◆ DATA SHOWN:
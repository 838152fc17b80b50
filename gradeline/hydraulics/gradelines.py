"""Energy and hydraulic grade lines along reaches, fittings and changes of bore.

A step in a grade line has two values at one chainage. `side` tells them apart: −1 is just upstream, the loss
there not yet taken and the upstream reach's velocity head; +1 is just downstream.
"""

from __future__ import annotations

from dataclasses import dataclass

import numpy as np
import numpy.typing as npt

__all__ = ["GradeLines", "grade_lines", "passed", "path_lengths", "stations"]

Array = npt.NDArray[np.float64]

# a chainage may miss the line's end by rounding, as of a plan distance turned into a true length, m
_ROUNDING = 1e-6


@dataclass(frozen=True)
class GradeLines:
    """The grade lines of one or many runs at the same stations.

    Parameters
    ----------
    chainage : ndarray, shape (m,)
        m.
    side : ndarray, shape (m,)
        −1 just upstream, +1 just downstream of that chainage, dimensionless.
    energy_head : ndarray, shape (..., m)
        Energy grade line, m of flowing fluid above datum.
    velocity_head : ndarray, shape (..., m)
        α V²/2g, m.
    piezometric_head : ndarray, shape (..., m)
        Hydraulic grade line, energy head less velocity head, m.
    """

    chainage: Array
    side: npt.NDArray[np.int_]
    energy_head: Array
    velocity_head: Array
    piezometric_head: Array


def _bounds(reach_bounds: npt.ArrayLike) -> Array:
    bounds = np.asarray(reach_bounds, dtype=np.float64)
    if bounds.ndim != 1 or len(bounds) < 2 or not (np.diff(bounds) > 0).all():
        raise ValueError(f"reach_bounds must be at least two increasing chainages: {bounds.tolist()}")
    return bounds


def _on_line(chainage: npt.ArrayLike, bounds: Array) -> Array:
    x = np.asarray(chainage, dtype=np.float64)
    inside = (x >= bounds[0] - _ROUNDING) & (x <= bounds[-1] + _ROUNDING)
    if not inside.all():
        raise ValueError(
            f"chainage lies outside the line, {bounds[0]} to {bounds[-1]} m: {x[~inside].flat[0]}"
        )
    return x


def path_lengths(chainage: npt.ArrayLike, reach_bounds: npt.ArrayLike) -> Array:
    """Return how much of each reach lies between the line's start and each chainage.

    Parameters
    ----------
    chainage : array_like, shape (n,)
        m, within the line.
    reach_bounds : array_like, shape (k + 1,)
        Chainages of the reaches' ends in flow order, m, increasing.

    Returns
    -------
    ndarray, shape (n, k)
        Length of reach k passed on the way, m. A row's sum is the way from the line's start.

    Raises
    ------
    ValueError
        Where a chainage lies outside the line or the bounds do not increase.

    Examples
    --------
    >>> print(path_lengths([1.0, 5.0], [0.0, 2.0, 6.0]))
    [[1. 0.]
     [2. 3.]]
    """
    bounds = _bounds(reach_bounds)
    x = _on_line(chainage, bounds)
    return np.asarray(np.clip(x[:, None], bounds[:-1], bounds[1:]) - bounds[:-1])


def passed(chainage: npt.ArrayLike, loss_chainages: npt.ArrayLike) -> Array:
    """Return which local losses lie upstream of each chainage.

    Parameters
    ----------
    chainage : array_like, shape (n,)
        m.
    loss_chainages : array_like, shape (j,)
        Where the local losses are, m.

    Returns
    -------
    ndarray, shape (n, j)
        Dimensionless: 1 where the loss lies upstream, 0 where it lies downstream or at the very chainage.

    Examples
    --------
    >>> print(passed([1.0, 3.0, 4.0], [3.0]).ravel())
    [0. 0. 1.]
    """
    x, at = np.asarray(chainage, dtype=np.float64), np.asarray(loss_chainages, dtype=np.float64)
    return (x[:, None] > at).astype(np.float64)


def stations(
    reach_bounds: npt.ArrayLike, loss_chainages: npt.ArrayLike, extra: npt.ArrayLike = ()
) -> tuple[Array, npt.NDArray[np.int_]]:
    """Return every place where a grade line can bend or step, each step with both its sides.

    Parameters
    ----------
    reach_bounds : array_like, shape (k + 1,)
        Chainages of the reaches' ends in flow order, m, increasing.
    loss_chainages : array_like, shape (j,)
        Where the local losses are, m, within the line.
    extra : array_like
        Further chainages wanted, such as the taps', m, within the line.

    Returns
    -------
    chainage : ndarray, shape (m,)
        m, not decreasing; inner bounds and losses stand twice.
    side : ndarray of int, shape (m,)
        −1 just upstream, +1 just downstream.

    Raises
    ------
    ValueError
        Where a chainage lies outside the line or the bounds do not increase.

    Examples
    --------
    >>> chainage, side = stations([0.0, 2.0, 6.0], [3.0], [1.0])
    >>> print(chainage)
    [0. 1. 2. 2. 3. 3. 6.]
    >>> print(side)
    [ 1  1 -1  1 -1  1 -1]
    """
    bounds = _bounds(reach_bounds)
    losses, more = (np.asarray(x, dtype=np.float64).ravel() for x in (loss_chainages, extra))
    steps = np.concatenate([bounds[1:-1], losses])
    x = np.unique(_on_line(np.concatenate([bounds, losses, more]), bounds))
    both = np.isin(x, steps)
    upstream = both | (x == x[-1])
    downstream = both | (x != x[-1])
    chainage = np.concatenate([x[upstream], x[downstream]])
    side = np.repeat([-1, 1], [upstream.sum(), downstream.sum()])
    order = np.lexsort((side, chainage))
    return chainage[order], side[order]


def grade_lines(
    chainage: npt.ArrayLike,
    side: npt.ArrayLike,
    *,
    start_energy: npt.ArrayLike,
    reach_bounds: npt.ArrayLike,
    slopes: npt.ArrayLike,
    velocity_heads: npt.ArrayLike,
    loss_chainages: npt.ArrayLike = (),
    loss_heads: npt.ArrayLike = (),
) -> GradeLines:
    """Return the energy and the hydraulic grade line at given stations, for one run or many.

    Parameters
    ----------
    chainage : array_like, shape (m,)
        m, within the line, as `stations` gives them.
    side : array_like, shape (m,)
        −1 just upstream, +1 just downstream of each chainage, dimensionless.
    start_energy : array_like, shape (...)
        Energy head just upstream of the line's start, m above datum.
    reach_bounds : array_like, shape (k + 1,)
        Chainages of the reaches' ends in flow order, m, increasing.
    slopes : array_like, shape (..., k)
        Friction slope of each reach, dimensionless.
    velocity_heads : array_like, shape (..., k)
        α V²/2g in each reach, m.
    loss_chainages : array_like, shape (j,)
        Where the local losses are, m; a change of bore stands here at its reach bound.
    loss_heads : array_like, shape (..., j)
        Loss of energy head at each of them, m.

    Returns
    -------
    GradeLines
        Heads in m. An unknown (NaN) slope or loss makes only what lies downstream of it NaN.

    Raises
    ------
    ValueError
        Where a chainage lies outside the line, a side is neither −1 nor 1 or the bounds do not increase.

    Notes
    -----
    e(x) = E₀ − Σ_k S_k ℓ_k(x) − Σ_m h_m [x past x_m]; h(x) = e(x) − α V²/2g of the reach at x.

    References
    ----------
    The energy equation of steady pipe flow, in any text on hydraulics.

    Examples
    --------
    >>> line = grade_lines([0.0, 4.0, 4.0, 10.0], [1, -1, 1, -1], start_energy=12.0, reach_bounds=[0.0, 10.0],
    ...                    slopes=[0.25], velocity_heads=[0.2], loss_chainages=[4.0], loss_heads=[3.0])
    >>> print(line.energy_head)
    [12.  11.   8.   6.5]
    >>> print(line.piezometric_head)
    [11.8 10.8  7.8  6.3]
    """
    bounds = _bounds(reach_bounds)
    x, sides = _on_line(chainage, bounds), np.asarray(side, dtype=np.int_)
    if not np.isin(sides, (-1, 1)).all():
        raise ValueError(f"side must be -1 or 1 at every station: {sides.tolist()}")
    slope, head, loss = (np.asarray(v, dtype=np.float64) for v in (slopes, velocity_heads, loss_heads))
    lengths = path_lengths(x, bounds)
    taken = passed(x, loss_chainages).astype(bool) | (
        (sides[:, None] > 0) & (x[:, None] == np.asarray(loss_chainages, dtype=np.float64))
    )
    # masked, not multiplied by zero: what is unknown downstream leaves the line upstream of it known
    friction = np.where(lengths > 0, slope[..., None, :] * lengths, 0.0).sum(axis=-1)
    local = np.where(taken, loss[..., None, :], 0.0).sum(axis=-1)
    energy = np.asarray(start_energy, dtype=np.float64)[..., None] - friction - local
    reach = np.where(
        sides < 0, np.searchsorted(bounds, x, side="left"), np.searchsorted(bounds, x, side="right")
    )
    at_station = np.broadcast_to(head[..., np.clip(reach - 1, 0, len(bounds) - 2)], energy.shape)
    return GradeLines(x, sides, energy, at_station, energy - at_station)
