"""Fluid properties against verification tables and independent formulas."""

from __future__ import annotations

import chemicals.viscosity
import numpy as np
import pytest
from chemicals.interface import sigma_IAPWS

from gradeline.hydraulics import fluid

ZERO = 273.15


@pytest.mark.parametrize(
    ("temperature", "density", "expected"),
    # IAPWS R12-08 (2008) Table 4, in micropascal seconds; its other points are hotter than this function takes
    [(298.15, 998.0, 889.735100), (373.15, 1000.0, 307.883622)],
)
def test_viscosity_verification_table(temperature, density, expected):
    assert 1e6 * fluid.water_viscosity(temperature, density) == pytest.approx(expected, abs=5.1e-7)


@pytest.mark.parametrize(
    ("pressure", "expected", "tolerance"),
    # IAPWS R6-95 Table 7 at 300 K, turned round; the second from memory
    [(0.0992418352e6, 996.5560, 1e-8), (20.0022515e6, 1005.308, 1e-8)],
)
def test_density_verification_table(pressure, expected, tolerance):
    assert fluid.water_density(300.0, pressure) == pytest.approx(expected, rel=tolerance)


def test_density_at_one_atmosphere():
    # IAPWS-95 by two independent implementations, chemicals and CoolProp 8.0, which agree in all digits
    celsius = np.array([4, 5, 10, 15, 20, 25, 30, 40, 50, 60])
    expected = [
        999.97487,
        999.96663,
        999.70247,
        999.10262,
        998.20715,
        997.04764,
        995.64945,
        992.21635,
        988.03505,
        983.19582,
    ]
    assert fluid.water_density(celsius + ZERO) == pytest.approx(expected, abs=1e-5)


def test_density_in_the_water_meter_standard():
    # ISO 4064, table of densities in kg/L; the table cuts its last digit
    celsius = np.array([4, 5, 10, 15, 16, 20, 21, 22])
    printed = [0.99997, 0.99996, 0.99970, 0.99910, 0.99894, 0.99820, 0.99799, 0.99777]
    assert fluid.water_density(celsius + ZERO) / 1000 == pytest.approx(printed, abs=1e-5)


def _tanaka(t):
    return 999.974950 * (1 - (t - 3.983035) ** 2 * (t + 301.797) / (522528.9 * (t + 69.34881)))


def _kell(t):
    top = np.polyval([-280.54253e-12, 105.56302e-9, -46.170461e-6, -7.9870401e-3, 16.945176, 999.83952], t)
    return top / (1 + 16.879850e-3 * t)


def test_density_against_the_metrology_formula():
    # M. Tanaka et al., Metrologia 38 (2001) 301, coefficients from memory: within 1.2 ppm up to 40 degC
    celsius = np.linspace(0.5, 40, 12)
    assert fluid.water_density(celsius + ZERO) == pytest.approx(_tanaka(celsius), rel=1.4e-6)
    assert _tanaka(60.0) / fluid.water_density(60.0 + ZERO) - 1 == pytest.approx(-17.7e-6, abs=0.2e-6)


def test_density_against_kell():
    # G. S. Kell, J. Chem. Eng. Data 20 (1975) 97, coefficients from memory; an older temperature scale
    off = _kell(np.array([1.0, 15.0, 30.0, 60.0])) / fluid.water_density(
        np.array([1.0, 15.0, 30.0, 60.0]) + ZERO
    )
    assert ((off[:3] - 1 > -3.9e-6) & (off[:3] - 1 < -1.9e-6)).all()
    assert off[3] - 1 == pytest.approx(3.1e-6, abs=0.3e-6)


def test_reference_viscosity_of_water():
    # ISO/TR 3666 (1998), from memory: 1.0016 mPa s and 1.0034 mm2/s at 20 degC
    density, viscosity = fluid.water_properties(20.0 + ZERO)
    assert 1e3 * viscosity == pytest.approx(1.0016, abs=5e-5)
    assert 1e6 * viscosity / density == pytest.approx(1.0034, abs=5e-5)


@pytest.mark.parametrize(
    ("celsius", "viscosity", "tolerance"),
    [
        # Cengel & Cimbala, property table as used in Ex 8-2, 8-3, 8-8
        (15, 1.138e-3, 1e-3),
        (10, 1.307e-3, 1e-3),
        (5, 1.519e-3, 1e-3),
        # Munson, Young & Okiishi Ex 8.1: 2.73e-5 and 0.974e-5 lbf s/ft2 at 50 and 140 degF
        (10, 2.73e-5 * 47.880259, 2e-3),
        (60, 0.974e-5 * 47.880259, 2e-3),
    ],
)
def test_viscosity_in_textbook_tables(celsius, viscosity, tolerance):
    assert fluid.water_properties(celsius + ZERO)[1] == pytest.approx(viscosity, rel=tolerance)


def test_density_in_us_units():
    # Crane TP-410 ex 7.9: 62.364 lbm/ft3 at 60 degF
    assert fluid.water_density((60 - 32) / 1.8 + ZERO) / 16.018463 == pytest.approx(62.364, rel=2e-3)


def test_compressibility():
    # handbook value 4.59e-10 1/Pa at 20 degC, from memory
    low, high = fluid.water_density(20 + ZERO, [1e5, 2e5])
    assert np.log(high / low) / 1e5 == pytest.approx(4.59e-10, abs=1e-12)


def test_boiling_water_is_the_liquid():
    # 958.35 kg/m3 at 100 degC, saturated liquid, in any steam table; boiling point 99.974 degC at 1 atm
    assert fluid.water_density(373.15) == pytest.approx(958.35, abs=0.01)
    assert fluid.water_density(373.15) < fluid.water_density(373.12) < fluid.water_density(373.0)


def test_each_temperature_is_evaluated_once(monkeypatch):
    calls = []

    def counted(temperature, density):
        calls.append(temperature)
        return temperature * density

    monkeypatch.setattr(chemicals.viscosity, "mu_IAPWS", counted)
    temperature = np.tile([290.0, 300.0, np.nan], (50, 1))
    got = fluid.water_viscosity(temperature, 998.0)
    assert sorted(calls) == [290.0, 300.0]
    assert got.shape == (50, 3)
    assert (got[:, :2] == np.array([290.0, 300.0]) * 998.0).all()
    assert np.isnan(got[:, 2]).all()


def test_unread_temperatures_pass_through():
    density, viscosity = fluid.water_properties([np.nan, 300.0])
    assert np.isnan([density[0], viscosity[0]]).all()
    assert np.isfinite([density[1], viscosity[1]]).all()
    assert np.isnan(fluid.water_density(np.nan))
    assert np.isnan(fluid.mercury_density(np.nan))
    assert np.isnan(fluid.air_density(np.nan, 1e5))


@pytest.mark.parametrize("temperature", [273.15, 453.15, 20.0])
def test_water_out_of_range_names_range_and_value(temperature):
    with pytest.raises(ValueError, match=rf"water lies outside 273\.15 K .* 373\.15 K.*: {temperature:.6g}"):
        fluid.water_density([300.0, temperature])
    with pytest.raises(ValueError, match="temperature of water"):
        fluid.water_viscosity(temperature, 998.0)
    with pytest.raises(ValueError, match="temperature of water"):
        fluid.water_surface_tension(temperature)


def test_other_arguments_out_of_range():
    with pytest.raises(ValueError, match=r"pressure of water lies outside 100 to 1e8 Pa: 1.01"):
        fluid.water_density(300.0, 1.01)
    with pytest.raises(ValueError, match=r"density of liquid water lies outside 900 to 1100 kg/m3: 0.998"):
        fluid.water_viscosity(300.0, 0.998)
    with pytest.raises(ValueError, match=r"temperature of mercury lies outside .*: 20"):
        fluid.mercury_density(20.0)
    with pytest.raises(ValueError, match=r"temperature of air lies outside .*: 20"):
        fluid.air_density(20.0, 1e5)
    with pytest.raises(ValueError, match="relative humidity lies outside 0 to 1: 50"):
        fluid.air_density(293.15, 1e5, 50.0)
    with pytest.raises(ValueError, match="pressure of air"):
        fluid.air_density(293.15, 0.0)
    with pytest.raises(ValueError, match="altitude lies outside -2000 to 11000 m: 12000"):
        fluid.standard_atmosphere_pressure(12000.0)


@pytest.mark.parametrize(
    ("celsius", "tension"),
    # IAPWS R1-76 table, in mN/m; from memory
    [(10, 74.22), (20, 72.74), (30, 71.19), (50, 67.94), (100, 58.91)],
)
def test_surface_tension_table(celsius, tension):
    assert 1e3 * fluid.water_surface_tension(celsius + ZERO) == pytest.approx(tension, abs=0.0051)


def test_surface_tension_against_another_implementation():
    assert fluid.water_surface_tension(300.0) == pytest.approx(sigma_IAPWS(300.0), rel=1e-12)


@pytest.mark.parametrize(
    ("celsius", "millilitres"),
    # CRC Handbook, specific volume of mercury in old millilitres (1 ml = 1.000028 cm3) per gram
    [(0, 0.073554), (10, 0.0736877), (20, 0.0738215), (40, 0.0740891)],
)
def test_mercury_table(celsius, millilitres):
    density = 1e3 / (millilitres * 1.000028)
    half_a_digit = 5e-7 if celsius == 0 else 5e-8
    # the polynomial itself lies up to 2.8 ppm below the table
    assert fluid.mercury_density(celsius + ZERO) == pytest.approx(
        density, rel=half_a_digit / millilitres + 3e-6
    )


def test_mercury_elsewhere():
    # CRC Handbook, 25 degC: 13533.6; metrology value at 20 degC 13545.85 (from memory)
    assert fluid.mercury_density(25 + ZERO) == pytest.approx(13533.6, abs=0.05)
    assert fluid.mercury_density(20 + ZERO) == pytest.approx(13545.85, abs=0.03)
    # the metre of mercury, 13595.1 kg/m3 at 0 degC by convention
    assert fluid.mercury_density(ZERO) == pytest.approx(13595.1, abs=0.05)


MMHG = 133.322387415


@pytest.mark.parametrize(
    ("celsius", "mmhg", "humidity", "density", "tolerance"),
    [
        # "Mass Metrology", appendix p 205, CIPM-2007
        (10.0, 730.0, 0.40, 1.19569, 1e-5),
        # Jones 1978, NIST: CIPM-2007 lies 5e-5 higher for its argon
        (22.3, 748.1, 0.37, 1.17194, 1e-4),
        # NIST IR 6969, SOP 2, exponential approximation
        (25.0, 760.0, 0.40, 1.1787, 5e-5),
    ],
)
def test_air_density(celsius, mmhg, humidity, density, tolerance):
    assert fluid.air_density(celsius + ZERO, mmhg * MMHG, humidity) == pytest.approx(density, abs=tolerance)


def test_moist_air_is_lighter_and_carbon_dioxide_heavier():
    dry, moist = fluid.air_density(293.15, 101325.0, [0.0, 1.0])
    assert moist < dry
    # 1 mole of CO2 for one of O2 adds the carbon, 12.011 of 28.965 g/mol
    assert fluid.air_density(293.15, 101325.0, 0.0, 1.4e-3) / dry - 1 == pytest.approx(
        1e-3 * 12.011 / 28.965, rel=1e-3
    )


@pytest.mark.parametrize(
    ("altitude", "pressure"),
    # ISO 2533 / ICAO Doc 7488 tables, geopotential altitude; from memory
    [(0, 101325.0), (1000, 89874.6), (5000, 54019.9), (11000, 22632.1)],
)
def test_standard_atmosphere(altitude, pressure):
    assert fluid.standard_atmosphere_pressure(altitude) == pytest.approx(pressure, abs=0.06)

◆ EXERCISE PROMPT:
Start with the line above that contains "chainage: Array" and stop after the line that contains "return bounds". Output those lines exactly, and only those.

◆ EXERCISE RESULT:
    chainage: Array
    side: npt.NDArray[np.int_]
    energy_head: Array
    velocity_head: Array
    piezometric_head: Array


def _bounds(reach_bounds: npt.ArrayLike) -> Array:
    bounds = np.asarray(reach_bounds, dtype=np.float64)
    if bounds.ndim != 1 or len(bounds) < 2 or not (np.diff(bounds) > 0).all():
        raise ValueError(f"reach_bounds must be at least two increasing chainages: {bounds.tolist()}")
    return bounds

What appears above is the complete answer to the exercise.